ММ: Как вы работали вместе? Поделитесь секретами вашей творческой кухни.
АР: После нашего знакомства я каждое лето приезжал в Краков. Мы садились к экрану устройства, увеличивающего буквы. Все, что мы делали — читали стихи, по-польски и по-русски. В этом и состояла работа. Чистое наслаждение! Милош никогда не давал непосредственной оценки переводу, не критиковал, а только спрашивал, почему я употребил то или иное выражение. Милошу нравилось, как его стихи звучат по-русски. Чаще всего, прослушав перевод, он радовался как ребенок, и комнату заполнял его знаменитый громоподобный смех. Почему он обратил внимание на мои переводы? Не знаю. Может, причиной тому некоторая соразмерность дыхания, или способность уловить внутренний ритм его стихов, не знаю, мы никогда не говорили об этом. Для меня это остается большой тайной.
ММ: Милош сам переводил, но никогда не переводил на русский и с русского, хотя знал его. Почему, как вы думаете?
АР: Да, Милош переводил очень много с других языков. В Америке он вообще стал сначала известен как переводчик поэзии Збигнева Херберта, а уже потом как поэт. В свои 60 лет Милош начал изучать греческий и иврит, чтобы переводить библейские тексты. В то же время, переводить с русского языка на польский он не решался, можно сказать, принципиально, полагая, что напевность, музыкальность русского языка противоречит польской просодии. Но, по мнению профессора Ягеллонского университета Иоанны Зах, которая в 2003 году читала Поэту по его просьбе мои переводы из московского тома “То/Это”, в конце жизни Милош стал “оттаивать” в этом отношении. А свою задачу как переводчика я вижу в том, чтобы и в переводах Милош оставался Милошем.
ММ: Расскажите о вашей последних встречах с ним.
АР: Последняя наша рабочая встреча состоялась осенью 2003 года. Мы читали переводы стихотворений из последней книги Поэта «Второе пространство” и дошли до завершающего стихотворения «Метаморфозы» с эпиграфом из Овидия.
Мед мифический пил я,
В лавры себя рядил я,
Лишь бы не помнить. Много
Странствовал я, невинный,
Чуткий и благочинный,
До кладбища и некролога.
Но пред Тобою, Боже,
Старанья мои негожи
Справедливым слыть человеком.
Натура моя черновата,
Сознанье достойно ада,
И обидчиво эго.
Такого меня хотел ты,
Ставя эксперименты
Над несчастным. Ты знаешь.
И жизнь, противоречий
Полную и увечий,
Замыкаешь.
Дослушав, после небольшой паузы Милош тихо произнес одно слово – «zwycięstwo», что значит «победа». Дело в том, что в американском издании «Второго пространства», в переводах которого принимал участие и сам Поэт, стихотворение «Метаморфозы» отсутствует. Полагаю, что причиной тому не только трудности перевода на английский коротких рифмованных строк, но, в первую очередь, потому что не удалось последним словом, завершающим стихотворение, книгу, жизнь, сделать слово «замыкаешь». Родственный русский язык позволил это сделать.

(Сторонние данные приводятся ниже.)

package recurrence

import (
	"fmt"
	"math"

	"lodeswing/analyze/finding"
)

const method = "Recurrence quantification (Marwan et al. 2007), all pairs of states; uncertainty by leaving out stretches of time"

// Findings returns the measures about the subject. A measure that has no value
// (a mean of no lines) is left out.
func (p *Plot) Findings(subject string) []finding.Finding {
	m := p.Measures
	list := []struct {
		key, name, unit string
		v               Value
		share           bool
	}{
		{"rate", "Recurrence rate", "1", m.RR, true},
		{"determinism", "Determinism (share of recurrences that run on)", "1", m.DET, true},
		{"mean_line", "Mean time that two passages stay alike", "s", m.L, false},
		{"longest_line", "Longest time that two passages stay alike", "s", m.LMax, false},
		{"divergence", "Divergence (inverse of the longest)", "1/s", m.DIV, false},
		{"entropy", "Entropy of the diagonal lines", "1", m.ENTR, false},
		{"laminarity", "Laminarity (share of recurrences at standstill)", "1", m.LAM, true},
		{"trapping_time", "Trapping time", "s", m.TT, false},
		{"longest_vertical", "Longest standstill", "s", m.VMax, false},
		{"return_1", "Recurrence time, first type", "s", m.T1, false},
		{"return_2", "Recurrence time, second type", "s", m.T2, false},
	}
	prefix := "recurrence."
	if p.Kind != "auto" {
		prefix += p.Kind + "_"
	}
	var out []finding.Finding
	for _, l := range list {
		if math.IsNaN(l.v.V) || math.IsInf(l.v.V, 0) {
			continue
		}
		f := finding.Normal(prefix+l.key, subject, l.name, l.v.V, l.v.U, l.unit, method)
		f.Lo = max(f.Lo, 0) // NaN where the uncertainty is not known
		if l.share {
			f.Hi = min(f.Hi, 1)
		}
		if math.IsNaN(l.v.U) {
			f.Cautions = []string{"Too few states to tell an uncertainty."}
		}
		out = append(out, f)
	}
	return out
}

// Curves returns the recurrence plot (if a map was asked for) and the recurrence
// rate against the lag.
func (p *Plot) Curves(subject string) []finding.Curve {
	var out []finding.Curve
	if p.Map != nil {
		title := map[string]string{"auto": "Recurrence plot of ", "cross": "Cross recurrence plot of ", "joint": "Joint recurrence plot of "}[p.Kind] + subject
		z := make([]float64, len(p.Map.Density))
		for i, d := range p.Map.Density {
			z[i] = math.Round(1000*float64(d)) / 1000
		}
		caption := fmt.Sprintf("Dark where the motion at one time is like the motion at the other (%.3g %% of all pairs). Long diagonals: it runs through the same course again; broken dots: it does not; squares: it stands still.", 100*p.Measures.RR.V)
		if p.Map.Rows < p.N || p.Map.Cols < p.M {
			caption += fmt.Sprintf(" Each cell holds %.0f × %.0f pairs.", math.Ceil(float64(p.N)/float64(p.Map.Rows)), math.Ceil(float64(p.M)/float64(p.Map.Cols)))
		}
		out = append(out, finding.Curve{
			Key: "recurrence", Subject: subject, Title: title, Caption: caption,
			X:    finding.Axis{Label: "time", Unit: "s"},
			Y:    finding.Axis{Label: "time", Unit: "s"},
			Grid: &finding.Grid{X: p.Map.Col, Y: p.Map.Row, Z: z, Label: "share of recurrences", Unit: "1"},
		})
	}
	if p.Lag != nil {
		x := make([]float64, 0, len(p.Lag))
		y := make([]float64, 0, len(p.Lag))
		for d := p.opt.Theiler; d < len(p.Lag)*9/10; d++ { // beyond, a few pairs only
			x, y = append(x, float64(d)*p.Step), append(y, p.Lag[d])
		}
		out = append(out, finding.Curve{
			Key: "recurrence_lag", Subject: subject, Title: "Chance to be back after a time: " + subject,
			Caption: "Share of states that are met again after each time. Peaks of full height: periodic motion; peaks that sink: it drifts or is irregular.",
			X:       finding.Axis{Label: "time between", Unit: "s"},
			Y:       finding.Axis{Label: "recurrence rate", Unit: "1"},
			Lines:   []finding.Line{{Name: "recurrence rate", Role: finding.Data, X: x, Y: y}},
		})
	}
	return out
}

// Curve is the course of determinism and laminarity over time with their 95 %
// bands.
func (c *Course) Curve(subject string) finding.Curve {
	line := func(name string, of func(m Measures) Value) finding.Line {
		l := finding.Line{Name: name, Role: finding.Data, X: c.Time}
		for _, m := range c.Measures {
			v := of(m)
			l.Y = append(l.Y, v.V)
			l.Lo, l.Hi = append(l.Lo, max(0, v.V-1.96*v.U)), append(l.Hi, min(1, v.V+1.96*v.U))
		}
		return l
	}
	return finding.Curve{
		Key: "recurrence_course", Subject: subject, Title: "Course of determinism and laminarity: " + subject,
		Caption: fmt.Sprintf("In windows of %.3g s, with 95 %% bands. Determinism near 1: ordered motion; falling: it becomes irregular. Laminarity: share of standstill.", c.WindowS),
		X:       finding.Axis{Label: "time", Unit: "s"},
		Y:       finding.Axis{Label: "share", Unit: "1"},
		Lines: []finding.Line{
			line("determinism", func(m Measures) Value { return m.DET }),
			line("laminarity", func(m Measures) Value { return m.LAM }),
		},
	}
}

В 2004 году судьба дала мне шанс еще дважды увидеть Поэта: до последнего похода в больницу и за три дня до ухода из жизни. Милош уже был тяжело болен. Его секретарь Агнешка Косинская ушла в небольшой отпуск. Мы с ней договорились, что если пан Чеслав захочет встретиться, то, когда она вернется, она мне позвонит. Если бы я соблюдал этот договор, встреча не состоялась бы. Но почему-то я решил позвонить Милошу домой и поговорил с женой его сына. На следующее утро раздался звонок и жена сына произнесла четыре слова: «Милош хочет, чтобы ты пришел». По-польски это четыре слова. Через час я был в квартире пана Чеслава, сидел у его постели, держал за руку. Прочитал ему три стихотворения из поэмы «Мир. Наивная поэма», которую сам Милош считал своим наивысшим достижением. Это было за три дня до его ухода.
ММ: Когда вы познакомились с Милошем, вы ведь уже хорошо говорили по-польски. Как этот язык появился в вашей жизни?
АР: Я никогда не учился по учебнику или у преподавателя. Я просто читал польские газеты и журналы, как и многие в Советском Союзе. А потом попал в Новосибирскую областную научную библиотеку, где был потрясающий польский отдел. Я читал там не только польские книги, но и переводы мировой литературы. Например, «Улисс» Джойса, «Человек без свойств» Роберта Музиля – книги, которых в то время еще не было на русском.
ММ: Вы продолжаете преподавать точные науки?
АР: Да, теоретическую механику я преподаю по сей день. Милоша и других польских поэтов я много лет переводил, не слишком афишируя свои занятия литературой. Но когда три года тому назад в стенах моего университета в Новосибирске посол Польши в России вручил мне Кавалерский крест Ордена Заслуги Республики Польша, я как бы вышел из тени. И ректор тогда прилюдно мне сказал: «Можете этим заниматься». Этим я и занимаюсь.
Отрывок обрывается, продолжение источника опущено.